**WORK TO COMPLETE**. Please state how many lines of the data below contain the word "sqrt", offering nothing besides the number.

━━━━━━

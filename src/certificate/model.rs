//! What a certificate says, field by field.
//!
//! Everything needed to check the claims again years later stands in here: the reference as
//! text, the stored coefficients exactly, the claims as asked, and the proved results. Numbers
//! are strings: exact ones in the literal forms of the audit file, bounds in decimal rounded
//! outward (lower ends down, upper ends up).

use std::collections::BTreeMap;

use serde::{Deserialize, Serialize};

/// Names the format of a certificate.
pub const FORMAT: &str = "boundmark/1";

/// A whole certificate.
#[derive(Clone, Debug, PartialEq, Serialize, Deserialize)]
#[serde(deny_unknown_fields)]
pub struct Certificate {
    /// [`FORMAT`].
    pub certificate: String,
    /// The program that made it.
    pub made_by: MadeBy,
    /// Every file read.
    pub inputs: Vec<Input>,
    /// What is compared.
    pub subject: Subject,
    /// What is taken on trust, one sentence each.
    pub assumptions: Vec<String>,
    /// One entry a claim and approximant.
    pub claims: Vec<Claim>,
    /// One entry a piece.
    pub pieces: Vec<Piece>,
}

/// Program and libraries.
#[derive(Clone, Debug, PartialEq, Serialize, Deserialize)]
#[serde(deny_unknown_fields)]
pub struct MadeBy {
    /// "boundmark".
    pub program: String,
    /// Its version.
    pub version: String,
    /// Versions of the arithmetic libraries.
    pub libraries: BTreeMap<String, String>,
}

/// A file that was read.
#[derive(Clone, Debug, PartialEq, Serialize, Deserialize)]
#[serde(deny_unknown_fields)]
pub struct Input {
    /// Path as written in the audit file (the audit file itself: its file name).
    pub path: String,
    /// Length in bytes.
    pub bytes: u64,
    /// SHA-256, hexadecimal.
    pub sha256: String,
}

/// What is compared.
#[derive(Clone, Debug, PartialEq, Serialize, Deserialize)]
#[serde(deny_unknown_fields)]
pub struct Subject {
    /// Title of the audit.
    pub title: String,
    /// The approximants.
    pub approximants: Vec<Approximant>,
    /// The declared program, as JSON text with its keys sorted.
    #[serde(default, skip_serializing_if = "Option::is_none")]
    pub program: Option<String>,
}

/// A reference function.
#[derive(Clone, Debug, PartialEq, Serialize, Deserialize)]
#[serde(deny_unknown_fields)]
pub struct Reference {
    /// The formula as given.
    pub formula: String,
}

/// An approximant and its reference.
#[derive(Clone, Debug, PartialEq, Serialize, Deserialize)]
#[serde(deny_unknown_fields)]
pub struct Approximant {
    /// Its name in the audit file.
    pub id: String,
    /// What it stands for.
    pub reference: Reference,
    /// Name of the basis.
    pub basis: String,
    /// What the basis needs beside the coefficients, by the keys of the audit file: order,
    /// parity, first, scaling.
    #[serde(default, skip_serializing_if = "BTreeMap::is_empty")]
    pub conventions: BTreeMap<String, String>,
    /// Format in which the coefficients are stored, or "exact".
    pub stored_as: String,
    /// Which piece owns a boundary: "left" or "right".
    pub owner: String,
    /// Constants and steps of straight-line code (basis "steps").
    #[serde(default, skip_serializing_if = "Option::is_none")]
    pub steps: Option<Steps>,
    /// The pieces in order, as stored.
    pub pieces: Vec<StoredPiece>,
}

/// Straight-line code.
#[derive(Clone, Debug, PartialEq, Serialize, Deserialize)]
#[serde(deny_unknown_fields)]
pub struct Steps {
    /// The named constants.
    pub constants: BTreeMap<String, StepConstant>,
    /// The steps as given.
    pub steps: Vec<String>,
}

/// A constant of straight-line code.
#[derive(Clone, Debug, PartialEq, Serialize, Deserialize)]
#[serde(untagged)]
pub enum StepConstant {
    /// One number.
    Number(String),
    /// A list of numbers.
    Array(Vec<String>),
}

/// One piece as stored.
#[derive(Clone, Debug, PartialEq, Serialize, Deserialize)]
#[serde(deny_unknown_fields)]
pub struct StoredPiece {
    /// Its ends: exact numbers or constant formulas.
    pub on: [String; 2],
    /// The local variable is u = (x - origin)/scale; absent for steps.
    #[serde(default, skip_serializing_if = "Option::is_none")]
    pub origin: Option<String>,
    /// See `origin`.
    #[serde(default, skip_serializing_if = "Option::is_none")]
    pub scale: Option<String>,
    /// Stored numbers of a power, Chebyshev or Bernstein piece, in the order of the file.
    #[serde(default, skip_serializing_if = "Option::is_none")]
    pub coefficients: Option<Vec<String>>,
    /// Taylor data f^(j)/j! at the left end of a Hermite piece.
    #[serde(default, skip_serializing_if = "Option::is_none")]
    pub left_taylor: Option<Vec<String>>,
    /// Taylor data at its right end.
    #[serde(default, skip_serializing_if = "Option::is_none")]
    pub right_taylor: Option<Vec<String>>,
}

/// The outcome of a claim.
#[derive(Clone, Copy, Debug, PartialEq, Eq, Hash, Serialize, Deserialize)]
#[serde(rename_all = "lowercase")]
pub enum Verdict {
    /// Proved: the error is at most the bound.
    Holds,
    /// Refuted, with a witness.
    Fails,
    /// Neither proved nor refuted.
    Undecided,
    /// No bound was given.
    Measured,
}

/// A claim as asked, and what is proved about it.
#[derive(Clone, Debug, PartialEq, Serialize, Deserialize)]
#[serde(deny_unknown_fields)]
pub struct Claim {
    /// Its name.
    pub id: String,
    /// The approximant it is about.
    pub approximant: String,
    /// "exact": the function that the stored coefficients define.
    pub of: String,
    /// "absolute", "relative" or "mixed".
    pub error: String,
    /// A of |p-f|/(A + R|f|).
    #[serde(default, skip_serializing_if = "Option::is_none")]
    pub absolute_part: Option<String>,
    /// R of |p-f|/(A + R|f|).
    #[serde(default, skip_serializing_if = "Option::is_none")]
    pub relative_part: Option<String>,
    /// The set of arguments: closed intervals in order.
    pub on: Vec<[String; 2]>,
    /// The claimed bound.
    #[serde(default, skip_serializing_if = "Option::is_none")]
    pub at_most: Option<String>,
    /// The outcome.
    pub verdict: Verdict,
    /// The supremum of the modulus lies in [lo, hi]; hi may be "inf".
    pub enclosure: [String; 2],
    /// Enclosures of the least and of the greatest signed error p - f (over the measure's divisor).
    pub signed: [[String; 2]; 2],
    /// An argument where the lower end of the enclosure is reached.
    #[serde(default, skip_serializing_if = "Option::is_none")]
    pub worst_at: Option<Place>,
    /// Values at an argument where the bound is broken.
    #[serde(default, skip_serializing_if = "Option::is_none")]
    pub witness: Option<Witness>,
    /// Why nothing was decided, and what more effort would cost.
    #[serde(default, skip_serializing_if = "Option::is_none")]
    pub reason: Option<String>,
    /// What a reader should know: values taken by continuity, an unbounded relative error.
    #[serde(default, skip_serializing_if = "Vec::is_empty")]
    pub notes: Vec<String>,
}

/// An argument.
#[derive(Clone, Debug, PartialEq, Serialize, Deserialize)]
#[serde(deny_unknown_fields)]
pub struct Place {
    /// Exactly: a literal, or a formula such as "0x1p-3 + 1/2*pi".
    pub exact: String,
    /// About, in decimal (rounded down).
    pub decimal: String,
    /// Index of the piece that owns it, from 0.
    pub piece: usize,
}

/// Proof that a claim fails.
#[derive(Clone, Debug, PartialEq, Serialize, Deserialize)]
#[serde(deny_unknown_fields)]
pub struct Witness {
    /// The argument.
    pub at: Place,
    /// Enclosure of the signed error there.
    pub error: [String; 2],
    /// Enclosure of the approximant there.
    pub approximant: [String; 2],
    /// Enclosure of the reference there.
    pub reference: [String; 2],
}

/// What is proved about one piece.
#[derive(Clone, Debug, PartialEq, Serialize, Deserialize)]
#[serde(deny_unknown_fields)]
pub struct Piece {
    /// The approximant it belongs to.
    pub approximant: String,
    /// Index from 0.
    pub piece: usize,
    /// Its ends.
    pub on: [String; 2],
    /// One entry a claim that concerns this piece.
    pub errors: Vec<PieceError>,
}

/// The error of one claim on one piece.
#[derive(Clone, Debug, PartialEq, Serialize, Deserialize)]
#[serde(deny_unknown_fields)]
pub struct PieceError {
    /// Name of the claim.
    pub claim: String,
    /// The supremum on this piece.
    pub enclosure: [String; 2],
    /// Least and greatest signed error.
    pub signed: [[String; 2]; 2],
    /// Where the lower end is reached.
    #[serde(default, skip_serializing_if = "Option::is_none")]
    pub worst_at: Option<Place>,
    /// Its division into sources.
    pub budget: Budget,
    /// The remainder of the patch with the largest error.
    #[serde(default, skip_serializing_if = "Option::is_none")]
    pub remainder: Option<Remainder>,
    /// Cells bounded by a series, and cells bounded by plain interval extension.
    pub cells: [u64; 2],
    /// Units of work.
    pub work: u64,
}

/// Sources of the error on a piece, each as an enclosure of its supremum, in the claim's measure
/// for the truncation and in absolute terms for the storage.
#[derive(Clone, Debug, PartialEq, Serialize, Deserialize)]
#[serde(deny_unknown_fields)]
pub struct Budget {
    /// Error of the approximant with the coefficients as written, before they were stored.
    pub truncation: [String; 2],
    /// Largest change of the approximant's value by the rounding of its coefficients.
    pub storage: [String; 2],
}

/// A truncated series and what bounds the rest: with t = (x - centre)/scale, terms t^0 ...
/// t^(terms-1) are kept, the function is analytic and at most `magnitude` in modulus on
/// |t| <= `radius`, and the rest is at most `tail` for |t| <= 1.
#[derive(Clone, Debug, PartialEq, Serialize, Deserialize)]
#[serde(deny_unknown_fields)]
pub struct Remainder {
    /// Expansion point, exact.
    pub centre: String,
    /// Distance of t = 1, exact.
    pub scale: String,
    /// Radius of the disc in t, exact.
    pub radius: String,
    /// Terms kept.
    pub terms: usize,
    /// Bound on the disc, rounded up.
    pub magnitude: String,
    /// Bound of the rest, rounded up.
    pub tail: String,
}
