use proptest::prelude::*;
use rug::Rational;

use super::*;
use crate::function::parser::parse_formula;
use crate::number::literal;
use crate::number::radius::Radius;

fn rational(text: &str) -> Rational {
    literal::parse(text).unwrap_or_else(|error| panic!("{text}: {error:?}"))
}

/// "3/2", "pi", "1/4 pi"
fn exact(text: &str) -> Exact {
    match text.strip_suffix("pi") {
        Some("") => Exact::of_pi(Rational::from(1)),
        Some(factor) => Exact::of_pi(rational(factor.trim())),
        None => Exact::from(rational(text)),
    }
}

/// The known coefficients of the whole formula.
fn known(text: &str, at: &str, count: usize) -> Vec<Option<Exact>> {
    let formula = parse_formula(text).unwrap_or_else(|error| panic!("{text}: {error:?}"));
    let Exact {
        rational,
        pi_multiple,
    } = exact(at);
    let centre = Centre {
        rational,
        pi_multiple,
    };
    leading_coefficients(&formula, &centre, count).swap_remove(formula.root())
}

/// Compares with a list in which "?" is an unknown coefficient.
fn check(text: &str, at: &str, expected: &str) {
    let expected: Vec<Option<Exact>> = expected
        .split(", ")
        .map(|value| (value != "?").then(|| exact(value)))
        .collect();
    assert_eq!(known(text, at, expected.len()), expected, "{text} at {at}");
}

#[test]
fn functions_have_their_taylor_series() {
    check("exp(x)", "0", "1, 1, 1/2, 1/6, 1/24");
    check("expm1(x)", "0", "0, 1, 1/2, 1/6, 1/24");
    check("log(x)", "1", "0, 1, -1/2, 1/3, -1/4");
    check("log(x)", "2", "?, 1/2, -1/8, 1/24, -1/64");
    check("log1p(x)", "0", "0, 1, -1/2, 1/3, -1/4");
    check("sin(x)", "0", "0, 1, 0, -1/6, 0, 1/120");
    check("cos(x)", "0", "1, 0, -1/2, 0, 1/24, 0");
    check("tan(x)", "0", "0, 1, 0, 1/3, 0, 2/15");
    check("asin(x)", "0", "0, 1, 0, 1/6, 0, 3/40");
    check("acos(x)", "0", "1/2 pi, -1, 0, -1/6, 0, -3/40");
    check("atan(x)", "0", "0, 1, 0, -1/3, 0, 1/5");
    check("sinh(x)", "0", "0, 1, 0, 1/6, 0, 1/120");
    check("cosh(x)", "0", "1, 0, 1/2, 0, 1/24, 0");
    check("tanh(x)", "0", "0, 1, 0, -1/3, 0, 2/15");
    check("asinh(x)", "0", "0, 1, 0, -1/6, 0, 3/40");
    check("acosh(x)", "5/4", "?, 4/3, -40/27");
    check("atanh(x)", "0", "0, 1, 0, 1/3, 0, 1/5");
    check("erf(x)", "0", "0, ?, 0, ?, 0, ?");
    check("erfc(x)", "0", "1, ?, 0, ?, 0, ?");
    check("sqrt(x)", "9/4", "3/2, 1/3, -1/27");
    check("sqrt(x)", "2", "?, ?, ?");
    check("cbrt(x)", "-8", "-2, 1/12, 1/288");
    check("exp2(x)", "-3", "1/8, ?, ?");
    check("log2(x)", "1/8", "-3, ?, ?");
    check("log10(x)", "1000", "3, ?, ?");
    check("pow(x, 2.5)", "4", "32, 20, 15/4");
    check("pow(x, -2)", "2", "1/4, -1/4, 3/16");
    check("pow(x, 3)", "0", "0, 0, 0, 1, 0");
    check("pow(2, x)", "3", "8, ?");
    check("pow(x, x)", "1", "1, 1, 1, 1/2");
    check("fabs(x)", "-1/3", "1/3, -1, 0");
    check("fabs(cos(x)-2)", "1", "?, ?, ?");
    check("fabs(sin(x)-1-x)", "0", "1, 0, 0, 1/6");
}

#[test]
fn special_values_are_known() {
    check("sin(x)", "pi", "0, -1, 0, 1/6");
    check("sin(x)", "-7/2 pi", "1, 0, -1/2, 0");
    check("sin(x)", "1/6 pi", "1/2, ?, -1/4, ?");
    check("cos(x)", "1/2 pi", "0, -1, 0, 1/6");
    check("cos(x)", "2/3 pi", "-1/2, ?, 1/4");
    check("sin(x)", "1/4 pi", "?, ?");
    check("tan(x)", "1/4 pi", "1, 2, 2, 8/3");
    check("tan(x)", "7/4 pi", "-1, 2, -2, 8/3");
    check("asin(x)", "-1/2", "-1/6 pi, ?");
    check("asin(3/5+x)", "0", "?, 5/4");
    check("acos(x)", "1/2", "1/3 pi, ?");
    check("acos(-1)+x", "0", "pi, 1");
    check("asin(-1)*x", "0", "0, -1/2 pi, 0");
    check("atan(x)", "-1", "-1/4 pi, 1/2, 1/4");
    check("pi*x+x*x", "pi", "?, 3 pi, 1");
    check("pi*x/pi", "2", "2, 1, 0");
    check("sin(pi*x)", "2", "0, pi, 0, ?");
    check("exp(2+x*x)", "0", "?, 0, ?, 0");
    check("sin(1)", "0", "?, 0, 0");
}

#[test]
fn removable_singularities_are_continued() {
    check("sin(x)/x", "0", "1, 0, -1/6, 0");
    check("(x-log1p(x))/(x*x)", "0", "1/2, -1/3, 1/4");
    check("(1-cos(x))/(x*x)", "0", "1/2, 0, -1/24");
    check("sin(x)/(x-pi)", "pi", "-1, 0, 1/6");
    check("pow(x, 8)/pow(x, 7)", "0", "0, 1, 0");
    // The divisor is not known, but its ball is not zero.
    check("log1p(x)/log(2)", "0", "0, ?");
    check("x*x/(1+exp(1+x))", "0", "0, 0, ?");
    check("x*x/(x*log(2+x))", "0", "0, ?");
    check("x*pow(cos(1), -2)", "0", "0, ?");
}

#[test]
fn nothing_is_known_beyond_a_singularity() {
    // 0 * unknown = 0 would give 0 for a function that is 1.
    check("x*(1/x)", "0", "?, ?");
    check("x*x*pow(x, -2)", "0", "?, ?");
    check("x*log(x)", "0", "?, ?");
    check("x*sqrt(x)", "0", "?, ?");
    check("0*fabs(x)", "0", "?, ?");
    check("sin(x)*(1/tan(x))", "pi", "?, ?");
}

#[test]
fn long_numbers_are_given_up() {
    assert_eq!(known("pow(1/3, 4000)", "0", 1), [None]);
    assert_eq!(
        known("x*pow(1/3, 4000)", "0", 2),
        [Some(Exact::zero()), None]
    );
    assert_eq!(known("exp2(x)", "1e6", 1), [None]);
    assert_eq!(
        known("pow(x, 1000000)", "0", 3),
        vec![Some(Exact::zero()); 3]
    );
}

#[test]
fn no_coefficients_are_asked_for() {
    assert!(known("sin(x)/x", "0", 0).is_empty());
    assert_eq!(
        known("sin(x)/x", "0", 1),
        [Some(Exact::from(Rational::from(1)))]
    );
}

#[test]
fn a_centre_is_enclosed() {
    let centre = Centre {
        rational: rational("22/7"),
        pi_multiple: Rational::from(-1),
    };
    let ball = centre.ball(100);
    assert!(ball.is_positive() && (ball.midpoint().to_f64() - 1.2644892673496187e-3).abs() < 1e-17);
    assert!(ball.overlaps(&centre.ball(1000)) && ball.radius().to_f64_upper() < 1e-32);
    let interval = centre.wide_interval(100);
    let width = interval.upper().clone() - interval.lower();
    assert!(*interval.lower() >= ball.lower() && *interval.upper() <= ball.upper());
    assert!(width > 0 && width <= Radius::power_of_two(-109).to_float_upper(10));
    assert!(
        Centre::rational(rational("3/8"))
            .wide_interval(53)
            .is_exact()
    );
    assert!((centre.to_f64() - 1.2644892673496187e-3).abs() < 1e-15);
    assert!(Centre::rational(rational("3/8")).ball(53).is_exact());
}

proptest! {
    /// The product rule and the quotient rule are inverse to each other.
    #[test]
    fn quotients_undo_products(numbers in proptest::collection::vec((-9i32..9, 1i32..9), 10)) {
        let numbers: Vec<Option<Exact>> =
            numbers.iter().map(|pair| Some(Exact::from(Rational::from(*pair)))).collect();
        let (u, v) = numbers.split_at(5);
        let (u, v) = (u.to_vec(), v.to_vec());
        prop_assume!(!matches!(&v[0], Some(value) if value.is_zero()));
        prop_assert_eq!(taylor::quotient(&taylor::product(&u, &v), &v), u);
    }

    /// u^(a/b) to the power b is u^a.
    #[test]
    fn powers_multiply(
        numbers in proptest::collection::vec((-9i32..9, 1i32..9), 4),
        a in -5i32..6,
        b in 1u32..5,
    ) {
        let mut u = vec![Some(Exact::from(Rational::from(1)))];
        u.extend(numbers.iter().map(|pair| Some(Exact::from(Rational::from(*pair)))));
        let exponent = Rational::from((a, b));
        let root = taylor::power(&u, &exponent, Some(Exact::from(Rational::from(1))));
        let positive = taylor::power_integer(&u, a.unsigned_abs());
        let one = taylor::constant(5, Some(Exact::from(Rational::from(1))));
        let expected = if a < 0 { taylor::quotient(&one, &positive) } else { positive };
        prop_assert_eq!(taylor::power_integer(&root, b), expected);
    }
}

━━━━━━

**EXERCISE RESULT**. 3